OSD (on-screen display) is used to display bounding box, masks, and labels on the screen. If output rendering is disabled, creating bounding boxes is not required unless the output needs to be streamed over RTSP or saved to disk. Tiler is used to display the output in NxM tiled grid. It is not needed if rendering is disabled. Output rendering, OSD and tiler use some percentage of compute resources, so it can reduce the inference performance.

To disable OSD, tiled display and output sink, make the following changes in the DeepStream config file.
To disable OSD, change enable to 0
[osd]
enable=0
To disable tiling, change enable to 0
[tiled-display]
enable=0
To turn-off output rendering, change the sink to fakesink.
[sink0]
enable=1
#Type - 1=FakeSink 2=EglSink 3=File
type=1
sync=0

Use the max_perf setting for tracker

DeepStream SDK 6.2 onwards introduces a new reference low-level tracker library, NvMultiObjectTracker, along with a set of configuration files:

config_tracker_IOU.yml

config_tracker_NvDCF_max_perf.yml

config_tracker_NvDCF_perf.yml

config_tracker_NvDCF_accuracy.yml

To achieve the peak performance shown in the table above when using the NvDCF tracker, make sure the max_perf configuration is used with video frame resolution matched to that of the inference module. If the inference module uses 480x272 resolution, for example, it would be recommended to use a reduced resolution (e.g., 480x288) for the tracker module like the following:

[tracker]
enable=1
tracker-width=480
tracker-height=288
ll-lib-file=/opt/nvidia/deepstream/deepstream/lib/libnvds_nvmultiobjecttracker.so
#ll-config-file=/opt/nvidia/deepstream/deepstream/samples/configs/deepstream-app/config_tracker_IOU.yml
ll-config-file=/opt/nvidia/deepstream/deepstream/samples/configs/deepstream-app/config_tracker_NvDCF_max_perf.yml
gpu-id=0
enable-batch-process=1
display-tracking-id=1

When the IOU tracker is used, the video frame resolution doesn’t matter, and the default config_tracker_IOU.yml can be used.
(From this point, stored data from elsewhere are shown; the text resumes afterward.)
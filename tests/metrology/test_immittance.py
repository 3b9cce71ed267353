"""Propagation against two general-purpose libraries, and laws that any impedance obeys."""

from math import isnan

import GTC
import hypothesis.strategies as st
import numpy as np
import pytest
import uncertainties
import uncertainties.umath
from hypothesis import given
from numpy.testing import assert_allclose

from ohmward.metrology.errors import BadCovariance, BadFrequency, ShapeMismatch, UnknownPair
from ohmward.metrology.immittance import (
    PAIRS,
    VIEWS,
    covariance_of_pair,
    impedance_of_pair,
    jacobian_of_pair,
    pair_of_impedance,
    views,
)

FREQUENCIES = st.floats(20, 2e6)
OHMS = st.floats(1e-3, 1e7)
SIGNS = st.sampled_from([-1.0, 1.0])
RELATIVE = st.floats(1e-6, 0.1)
CORRELATIONS = st.floats(-0.95, 0.95)


def _formulas(w: float, r: object, x: object, absolute: object, atan2: object) -> dict[str, object]:
    """The definitions once more, in whatever kind of number another library works with."""
    m = r * r + x * x
    return {
        "impedance_ohm": m**0.5,
        "phase_rad": atan2(x, r),
        "cs_f": -1 / (w * x),
        "cp_f": -x / (w * m),
        "ls_h": x / w,
        "lp_h": m / (w * x),
        "rs_ohm": r * 1,
        "rp_ohm": m / r,
        "d": r / absolute(x),
        "q": absolute(x) / r,
    }


@pytest.mark.slow
@given(FREQUENCIES, OHMS, OHMS, SIGNS, RELATIVE, RELATIVE, CORRELATIONS)
def test_every_view_agrees_with_both_libraries(
    f: float, r: float, size: float, sign: float, rel_r: float, rel_x: float, rho: float
) -> None:
    x = sign * size
    u_r, u_x = rel_r * r, rel_x * size
    found = views(f, r, x, u_r, u_x, rho)
    w = 2 * np.pi * f

    covariance = [[u_r**2, rho * u_r * u_x], [rho * u_r * u_x, u_x**2]]
    r_, x_ = uncertainties.correlated_values([r, x], covariance)
    first = _formulas(w, r_, x_, lambda v: sign * v, uncertainties.umath.atan2)

    g_r, g_x = GTC.ureal(r, u_r, independent=False), GTC.ureal(x, u_x, independent=False)
    GTC.set_correlation(rho, g_r, g_x)
    second = _formulas(w, g_r, g_x, lambda v: sign * v, GTC.atan2)

    for name in VIEWS:
        value, u = float(found[name]), float(found[f"u_{name}"])
        assert value == pytest.approx(first[name].nominal_value, rel=1e-12), name
        assert value == pytest.approx(GTC.value(second[name]), rel=1e-12), name
        # where the two contributions all but cancel, only so many digits are left to compare
        floor = 1e-12 * _largest_contribution(name, second[name], g_r, g_x)
        assert u == pytest.approx(GTC.uncertainty(second[name]), rel=1e-12, abs=floor), name
        # the other library diagonalises the covariance, which costs it digits of its own
        assert u == pytest.approx(first[name].std_dev, rel=1e-9, abs=1e3 * floor), name


def _largest_contribution(name: str, result: object, *inputs: object) -> float:
    return 1e3 * max(abs(GTC.rp.u_component(result, one)) for one in inputs)


@given(FREQUENCIES, OHMS, OHMS, SIGNS, st.sampled_from(sorted(PAIRS)))
def test_a_pair_and_its_impedance_go_both_ways(
    f: float, r: float, size: float, sign: float, pair: str
) -> None:
    x = sign * size
    first, second = pair_of_impedance(pair, f, r, x)
    back = impedance_of_pair(pair, first, second, f)
    # 1e-9: a series value of a part whose loss is 1e10 times smaller has that many digits less
    scale = np.hypot(r, x) * max(1.0, r / size, size / r)
    assert_allclose(back, (r, x), rtol=1e-12, atol=1e-13 * scale)


@given(FREQUENCIES, OHMS, OHMS, SIGNS, st.sampled_from(sorted(PAIRS)))
def test_the_jacobian_is_the_slope(
    f: float, r: float, ratio: float, sign: float, pair: str
) -> None:
    x = sign * r * min(max(ratio, 0.02), 50.0)
    first, second = (float(value) for value in pair_of_impedance(pair, f, r, x))
    _, _, r1, r2, x1, x2 = jacobian_of_pair(pair, first, second, f)
    for which, (by_r, by_x) in enumerate(((r1, x1), (r2, x2))):
        step = 1e-5 * (first, second)[which]
        up, down = [first, second], [first, second]
        up[which] += step
        down[which] -= step
        (ru, xu), (rd, xd) = impedance_of_pair(pair, *up, f), impedance_of_pair(pair, *down, f)
        scale = np.hypot(r, x) / abs(step) * 1e-8
        assert_allclose((ru - rd) / (2 * step), by_r, rtol=1e-6, atol=scale)
        assert_allclose((xu - xd) / (2 * step), by_x, rtol=1e-6, atol=scale)


@given(FREQUENCIES, OHMS, OHMS, SIGNS, RELATIVE, RELATIVE, CORRELATIONS)
def test_covariance_survives_the_way_through_a_pair_and_back(
    f: float, r: float, size: float, sign: float, rel_r: float, rel_x: float, rho: float
) -> None:
    """Through |Z| and θ and back, a covariance of R and X is the one it was."""
    ratio = min(max(size / r, 0.01), 100.0)
    x = sign * r * ratio
    u_r, u_x = rel_r * r, rel_x * abs(x)
    z, theta = pair_of_impedance("Z-theta", f, r, x)
    found = views(f, r, x, u_r, u_x, rho, ("impedance_ohm", "phase_rad"))
    # cov(|Z|, θ) by the same chain of derivatives, written out
    shared = rho * u_r * u_x
    cov = (-r * x * u_r**2 + (r * r - x * x) * shared + r * x * u_x**2) / float(z) ** 3
    u_z, u_t = float(found["u_impedance_ohm"]), float(found["u_phase_rad"])
    back = covariance_of_pair("Z-theta", z, theta, f, u_z, u_t, np.clip(cov / (u_z * u_t), -1, 1))
    assert_allclose(back[0], u_r, rtol=1e-5, atol=1e-6 * u_x)
    assert_allclose(back[1], u_x, rtol=1e-5, atol=1e-6 * u_r)


def test_nan_in_is_nan_out_for_that_point_only() -> None:
    found = views([1e3, 1e3], [np.nan, 1.0], [-1.0, -1.0], 0.1, 0.1, 0.0)
    assert all(isnan(found[name][0]) and isnan(found[f"u_{name}"][0]) for name in ("rp_ohm", "d"))
    assert not any(isnan(found[name][1]) for name in VIEWS)


def test_a_view_that_does_not_exist_is_missing_and_not_infinite() -> None:
    found = views(1e3, 1.0, 0.0, 0.1, 0.1, 0.0)
    assert isnan(found["cs_f"])
    assert isnan(found["u_cs_f"])
    assert found["ls_h"] == 0.0


def test_nonsense_is_refused_by_name() -> None:
    with pytest.raises(BadFrequency):
        views(-1e3, 1.0, 1.0, 0.1, 0.1, 0.0)
    with pytest.raises(ShapeMismatch):
        views([1e3, 1e3], [1.0, 1.0, 1.0], 1.0, 0.1, 0.1, 0.0)
    with pytest.raises(BadCovariance):
        views(1e3, 1.0, 1.0, 0.1, 0.1, 1.1)
    with pytest.raises(BadCovariance):
        views(1e3, 1.0, 1.0, -0.1, 0.1, 0.0)
    with pytest.raises(UnknownPair):
        impedance_of_pair("C-tan", 1.0, 1.0, 1e3)
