"""The decision on each part, drawn together from its rows in results.csv."""

from collections.abc import Mapping, Sequence
from dataclasses import dataclass

from ohmward.terms.decision import Decision
from ohmward.terms.part import Part


@dataclass(frozen=True, kw_only=True, slots=True)
class PartVerdict:
    """A part's decision and, in a sentence or two, why."""

    part: Part
    decision: Decision
    reason: str


def verdicts(parts: Sequence[Part], results: Sequence[Mapping[str, object]]) -> list[PartVerdict]:
    """One verdict per part, in the parts' order; ``results`` are rows of results.csv.

    The reason is that of the rows that decided: for an accepted part their number.
    """
    found = []
    for part in parts:
        rows = [row for row in results if row["part_id"] == part.part_id]
        judged = [row for row in rows if row["decision"] != Decision.REPORTED]
        decision = Decision.of_part(Decision(str(row["decision"])) for row in judged)
        deciding = [str(row["reason"]) for row in judged if row["decision"] == decision]
        if decision is Decision.ACCEPT:
            reason = f"within all {len(judged)} limits" if len(judged) > 1 else "within its limit"
        elif not deciding:
            reason = "nothing about this part was measured and judged"
        else:
            more = f" (and {len(deciding) - 1} more)" if len(deciding) > 1 else ""
            reason = deciding[0] + more
        found.append(PartVerdict(part=part, decision=decision, reason=reason))
    return found
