@dataclass
class Bench:
    """The truth, and the instruments that look at it."""

    parts: dict[str, Part]
    wired: Wiring = field(default_factory=wiring)
    on: bool = False
    set_v: float = 0.0
    limit_a: float = 0.001
    tripped: bool = False
    obeys_off: bool = True
    lies_about_off: bool = False
    supply_hangs: bool = False
    enclosure_closed: bool = True
    sense_broken: bool = False
    contact_lost: set[str] = field(default_factory=set)
    scanner_dead: bool = False
    range_a: float = 2e-3
    now_s: float = 0.0
    highest_v: float = 0.0
    unlawful: list[str] = field(default_factory=list)
    log: list[tuple[float, str]] = field(default_factory=list)
    renewed: int = 0
    _script: list[tuple[float, Callable[["Bench"], None]]] = field(default_factory=list)
    _when: list[tuple[Callable[["Bench"], bool], Callable[["Bench"], None]]] = field(
        default_factory=list
    )

    def __post_init__(self) -> None:
        self.relays = {contact.channel: Relay(contact) for contact in self.wired.contacts()}

    # ---- faults

    def when(self, condition: Callable[["Bench"], bool], change: Callable[["Bench"], None]) -> None:
        """Change something once, as soon as the condition holds."""
        self._when.append((condition, change))

    def at(self, time_s: float, change: Callable[["Bench"], None]) -> None:
        """Change something at an instant."""
        self._script.append((time_s, change))

    def above(self, volts: float, change: Callable[["Bench"], None], after_s: float = 0.0) -> None:
        """Change something ``after_s`` after the part at position 1 has passed this voltage."""

        def later(bench: "Bench") -> None:
            bench._script.append((bench.now_s + after_s, change))

        self.when(lambda bench: bench.parts["1"].volts >= volts, later)

    # ---- physics

    def made(self, contact: Contact) -> bool:
        return self.relays[contact.channel].made

    def connected(self, position: str) -> bool:
        place = self.wired.at(position)
        assert place is not None
        return self.made(place.connect) and position not in self.contact_lost

    @property
    def feeding(self) -> bool:
        return self.on and not self.tripped and self.made(self.wired.supply)

    def advance(self, now_s: float) -> None:
        """Carry the truth forward to an instant, faults included."""
        while self.now_s < now_s:
            step_s = now_s - self.now_s
            if self.feeding and any(self._near_a_corner(n) for n in self.parts):
                step_s = min(step_s, 0.02)
            due = [at for at, _ in self._script if at > self.now_s]
            step_s = min([step_s, *(at - self.now_s for at in due)])
            for position, part in self.parts.items():
                self._step(position, part, step_s)
                self.highest_v = max(self.highest_v, part.volts)
            self.now_s += step_s
            self._faults()
        self._faults()

    def _near_a_corner(self, position: str) -> bool:
        """Whether the supply limits its current, or is about to feed: elsewhere all is linear."""
        ahead_v = self.set_v - self.parts[position].volts
        return self.connected(position) and (
            ahead_v / SERIES_OHM > self.limit_a or ahead_v < -1e-9 * self.set_v
        )

    def _faults(self) -> None:
        for condition, change in list(self._when):
            if condition(self):
                self._when.remove((condition, change))
                change(self)
        for at_s, change in list(self._script):
            if at_s <= self.now_s:
                self._script.remove((at_s, change))
                change(self)

    def _step(self, position: str, part: Part, step_s: float) -> None:
        """One linear step of one part: C dV/dt = I_in − V·G + (W − V)/R_a, C_a dW/dt = …"""
        place = self.wired.at(position)
        assert place is not None
        conductance = 1.0 / part.leak_ohm
        if any(map(self.made, place.sense)):
            conductance += 1.0 / DIVIDER_OHM
        if self.made(place.short) and position not in self.contact_lost:
            conductance += 1.0 / SHORT_OHM
        if all(map(self.made, place.meter)):
            conductance += 1.0 / METER_OHM
        amperes = 0.0
        if self.connected(position):
            discharging = self.made(place.discharge)
            if self.feeding:
                if (self.set_v - part.volts) / SERIES_OHM > self.limit_a:
                    amperes = self.limit_a
                elif self.set_v > part.volts:
                    amperes = self.set_v / SERIES_OHM
                    conductance += 1.0 / SERIES_OHM
            elif discharging:
                conductance += 1.0 / (SERIES_OHM + DISCHARGE_OHM)
        if part.absorbs_f:
            self._with_absorption(part, conductance, amperes, step_s)
        else:
            settled = amperes / conductance
            left = exp(-step_s * conductance / part.farad)
            part.volts = settled + (part.volts - settled) * left

    @staticmethod
    def _with_absorption(part: Part, conductance: float, amperes: float, step_s: float) -> None:
        """x' = A·x + u in two unknowns: e^(At) = e^(mt)·(cosh(st) + sinh(st)/s·(A − m))."""
        absorbs = 1.0 / part.absorbs_ohm
        a, b = -(conductance + absorbs) / part.farad, absorbs / part.farad
        c, d = absorbs / part.absorbs_f, -absorbs / part.absorbs_f
        settled = amperes / conductance  # both nodes end there
        mean = 0.5 * (a + d)
        spread = sqrt((0.5 * (a - d)) ** 2 + b * c)
        slow, fast = exp((mean + spread) * step_s), exp((mean - spread) * step_s)
        even, odd = 0.5 * (slow + fast), 0.5 * (slow - fast) / spread
        outer, inner = part.volts - settled, part.inner_v - settled
        part.volts = settled + even * outer + odd * ((a - mean) * outer + b * inner)
        part.inner_v = settled + even * inner + odd * (c * outer + (d - mean) * inner)

    def current_a(self) -> float:
        """What flows out of the supply, all of it through a part and its divider."""
        if not self.feeding:
            return 0.0
        total = 0.0
        for position, part in self.parts.items():
            if self.connected(position):
                flow = (self.set_v - part.volts) / SERIES_OHM
                total += min(max(flow, 0.0), self.limit_a)
        return total

    # ---- relays

    def power(self, channel: str, on: bool) -> None:
        relay = self.relays[channel]
        before = relay.made
        relay.powered = on
        if relay.made != before:
            self._judge_move(relay)

    def _judge_move(self, relay: Relay) -> None:
        """Whether a contact that truly moved was within its rating, by what was truly there."""
        channel = relay.contact.channel
        volts = 0.0
        if channel == "1":
            rail = max((p.volts for n, p in self.parts.items() if self.connected(n)), default=0.0)
            volts = abs((self.set_v if self.on else 0.0) - rail)
        elif channel != "2" and channel[0] not in self.contact_lost:
            volts = abs(self.parts[channel[0]].volts)
        if volts > relay.contact.switch_v * 1.000001:
            self.unlawful.append(f"contact {channel} moved at {volts:.3g} V")
        if channel[1:] in {"06", "07"} and volts > 1.0:
            self.unlawful.append(f"the meter path moved at {volts:.3g} V")

    def equipment(self) -> Equipment:
        return Equipment(
            supply=SupplyOf(self),
            current_meter=MeterOf(self),
            voltmeter=VoltmeterOf(self),
            scanner=ScannerOf(self),
            interlock=InterlockOf(self),
        )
CudaDeviceScheduleBlockingSync flag is set by default on dGPU

On dGPU only, cudaDeviceScheduleBlockingSync flag is set by default on the GPU where the Deepstream pipeline runs. In general, for pipelines with multiple streams, this helps in reducing the CPU utilization without affecting the performance much.

Setting cudaDeviceScheduleBlockingSync flag when sub batches are enabled in the tracker, results in significant reduction in CPU utilization with similar or negligible dip in performance.
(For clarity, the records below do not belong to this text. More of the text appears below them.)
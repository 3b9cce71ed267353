"""The figures of a report: matplotlib SVG with text as text, the same bytes for the same data.

Nothing is told by colour alone: limits are dashed and labelled, readings have markers, bands are
named in the caption.
"""

import io
import re
from collections.abc import Sequence
from dataclasses import dataclass
from typing import Any

import matplotlib as mpl
import numpy as np
import pandas as pd
from matplotlib.figure import Figure
from matplotlib.ticker import EngFormatter

WIDTH_IN, HEIGHT_IN = 6.4, 2.7
MOST_POINTS = 400  # a line on paper shows no more; a long run is thinned for the figure only
EDGE_PCT = 50.0
STYLE: Any = {
    "svg.fonttype": "none",
    "font.family": "sans-serif",
    "font.size": 8,
    "axes.grid": True,
    "grid.alpha": 0.3,
    "axes.spines.top": False,
    "axes.spines.right": False,
    "lines.linewidth": 1.0,
}
MARGINS = {"left": 0.1, "right": 0.98, "bottom": 0.17, "top": 0.95, "wspace": 0.28}
_ID = re.compile(r'(id="|url\(#|xlink:href="#|href="#)')


@dataclass(frozen=True, kw_only=True, slots=True)
class Bounds:
    """A limit to draw: at a frequency or bias (None: everywhere), from low to high."""

    at: float | None
    low: float | None
    high: float | None


def svg(figure: Figure, *, key: str, title: str, description: str) -> str:
    """The figure as inline SVG; ``key`` keeps its ids apart from those of others on the page."""
    stream = io.StringIO()
    with mpl.rc_context({"svg.hashsalt": key, "svg.fonttype": "none"}):
        figure.savefig(stream, format="svg", metadata={"Date": None, "Creator": None})
    text = stream.getvalue()
    text = text[text.index("<svg") :]
    text = re.sub(r"<metadata>.*?</metadata>", "", text, flags=re.DOTALL)
    text = _ID.sub(lambda match: f"{match.group(1)}{key}-", text)
    labels = (
        f'<title id="{key}-title">{_escaped(title)}</title>'
        f'<desc id="{key}-desc">{_escaped(description)}</desc>'
    )
    head_end = text.index(">") + 1
    head = text[: head_end - 1] + f' role="img" aria-labelledby="{key}-title {key}-desc">'
    return head + labels + text[head_end:]


def _escaped(text: str) -> str:
    return text.replace("&", "&amp;").replace("<", "&lt;").replace(">", "&gt;")


def over_frequency(rows: pd.DataFrame, limits: dict[str, Sequence[Bounds]]) -> Figure:
    """|Z| and ESR over frequency, each with its band of ±2 u, and the limits that judge them."""
    with mpl.rc_context(STYLE):
        figure = Figure(figsize=(WIDTH_IN, HEIGHT_IN))
        left, right = figure.subplots(1, 2, gridspec_kw=MARGINS)
        thin = _thinned(rows.sort_values("frequency_hz", kind="stable"))
        _banded(left, thin, "frequency_hz", "impedance_ohm", limits)
        _banded(right, thin, "frequency_hz", "rs_ohm", limits)
        left.set_ylabel("|Z| (Ω)")
        right.set_ylabel("ESR (Ω)")
        for axes in (left, right):
            axes.set_xscale("log")
            axes.set_yscale("log", nonpositive="clip")
            axes.set_xlabel("frequency (Hz)")
            axes.minorticks_off()
            for axis in (axes.xaxis, axes.yaxis):
                axis.set_major_formatter(EngFormatter(sep=""))  # 10k, as the trade writes
    return figure


def over_bias(rows: pd.DataFrame, value: str, limits: dict[str, Sequence[Bounds]]) -> Figure:
    """C or L, and D, over DC bias at the stage's frequency nearest to its limits."""
    bias = "bias_set_a" if rows["bias_set_a"].abs().max() > 0 else "bias_set_v"
    with mpl.rc_context(STYLE):
        figure = Figure(figsize=(WIDTH_IN, HEIGHT_IN))
        left, right = figure.subplots(1, 2, gridspec_kw=MARGINS)
        for _, group in rows.groupby("frequency_hz"):
            thin = _thinned(group.sort_values(bias, kind="stable"))
            _banded(left, thin, bias, value, {})
            _banded(right, thin, bias, "d", limits)
        left.set_ylabel("C (F)" if value.startswith("c") else "L (H)")
        right.set_ylabel("D")
        for axes in (left, right):
            axes.set_xlabel("bias (A)" if bias.endswith("a") else "bias (V)")
    return figure


def over_time(rows: pd.DataFrame, value: str) -> Figure:
    """One quantity over the time of the run, for a stage that stays at one point."""
    with mpl.rc_context(STYLE):
        figure = Figure(figsize=(WIDTH_IN, HEIGHT_IN))
        axes = figure.subplots(gridspec_kw=MARGINS)
        _banded(axes, _thinned(rows), "elapsed_s", value, {})
        axes.set_xlabel("time since the run began (s)")
        axes.set_ylabel(value)
    return figure


def of_lot(
    names: Sequence[str], values: Sequence[float], spans: Sequence[float], tolerances: Any
) -> Figure:
    """Each part's deviation from its nominal value in percent, with U, and its tolerance."""
    height = max(1.2, 0.22 * len(names) + 0.7)
    with mpl.rc_context(STYLE):
        figure = Figure(figsize=(WIDTH_IN, height))
        foot = 0.55 / height
        axes = figure.subplots(
            gridspec_kw={"left": 0.12, "right": 0.98, "bottom": foot, "top": 0.98}
        )
        rows = np.arange(len(names))[::-1]
        for row, (low, high) in zip(rows, tolerances, strict=True):
            if np.isfinite(low) and np.isfinite(high):
                axes.plot([low, high], [row, row], color="0.8", linewidth=6, solid_capstyle="butt")
        shown = np.clip(values, -EDGE_PCT, EDGE_PCT)
        inside = np.abs(values) < EDGE_PCT
        reach = np.where(inside, np.minimum(spans, EDGE_PCT), 0.0)
        axes.errorbar(shown, rows, xerr=reach, fmt="o", markersize=3, color="black", capsize=2)
        axes.plot(shown[~inside], rows[~inside], marker="X", linestyle="none", color="black")
        axes.set_xlim(-1.05 * EDGE_PCT, 1.05 * EDGE_PCT)
        axes.set_yticks(rows, names)
        axes.set_xlabel(
            "deviation from nominal (%); grey: tolerance; a cross at the edge: beyond it"
        )
        axes.axvline(0, color="0.4", linewidth=0.8)
    return figure


def _thinned(rows: pd.DataFrame) -> pd.DataFrame:
    if len(rows) <= MOST_POINTS:
        return rows
    return rows.iloc[np.linspace(0, len(rows) - 1, MOST_POINTS).astype(int)]


def _banded(
    axes: Any, rows: pd.DataFrame, x: str, y: str, limits: dict[str, Sequence[Bounds]]
) -> None:
    at, value = rows[x].to_numpy(float), rows[y].to_numpy(float)
    u = rows[f"u_{y}"].to_numpy(float)
    axes.plot(at, value, marker="o", markersize=2.5, color="black")
    axes.fill_between(at, value - 2 * u, value + 2 * u, alpha=0.25, color="tab:blue", linewidth=0)
    for bounds in limits.get(y, ()):
        for edge, marker in ((bounds.low, "^"), (bounds.high, "v")):
            if edge is None:
                continue
            if bounds.at is None:
                axes.axhline(edge, color="tab:red", linestyle="--", linewidth=0.9)
            else:
                axes.plot([bounds.at], [edge], marker=marker, color="tab:red", linestyle="none")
When the environment variable NVDS_DISABLE_CUDADEV_BLOCKINGSYNC is set to 1, cudaDeviceScheduleBlockingSync flag is not set by default.
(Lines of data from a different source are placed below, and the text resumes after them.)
"""The decision on each part, drawn together from its rows in results.csv."""

from collections.abc import Mapping, Sequence
from dataclasses import dataclass

from ohmward.terms.decision import Decision
from ohmward.terms.part import Part


@dataclass(frozen=True, kw_only=True, slots=True)
class PartVerdict:
    """A part's decision and, in a sentence or two, why."""

    part: Part
    decision: Decision
    reason: str


def verdicts(parts: Sequence[Part], results: Sequence[Mapping[str, object]]) -> list[PartVerdict]:
    """One verdict per part, in the parts' order; ``results`` are rows of results.csv."""
    found = []
    for part in parts:
        decision, reason = verdict_of([row for row in results if row["part_id"] == part.part_id])
        found.append(PartVerdict(part=part, decision=decision, reason=reason))
    return found


def verdict_of(rows: Sequence[Mapping[str, object]]) -> tuple[Decision, str]:
    """A part's decision and the reason, from its own rows of results.csv.

    The reason is that of the rows that decided: for an accepted part their number.
    """
    judged = [row for row in rows if row["decision"] != Decision.REPORTED]
    decision = Decision.of_part(Decision(str(row["decision"])) for row in judged)
    deciding = [str(row["reason"]) for row in judged if row["decision"] == decision]
    if decision is Decision.ACCEPT:
        return decision, f"within all {len(judged)} limits" if len(
            judged
        ) > 1 else "within its limit"
    if not deciding:
        return decision, "nothing about this part was measured and judged"
    more = f" (and {len(deciding) - 1} more)" if len(deciding) > 1 else ""
    return decision, deciding[0] + more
There is a remote possibility that setting cudaDeviceScheduleBlockingSync flag might affect the pipeline performance negatively when the pipeline already runs with GPU utilization close to 100%. Hence, when the user encounters a situation where a Deepstream pipeline is GPU bound and the GPU utilization does not reach close to 100%, then the user may experiment with setting NVDS_DISABLE_CUDADEV_BLOCKINGSYNC to 1 and check if it helps in improving the performance of the pipeline.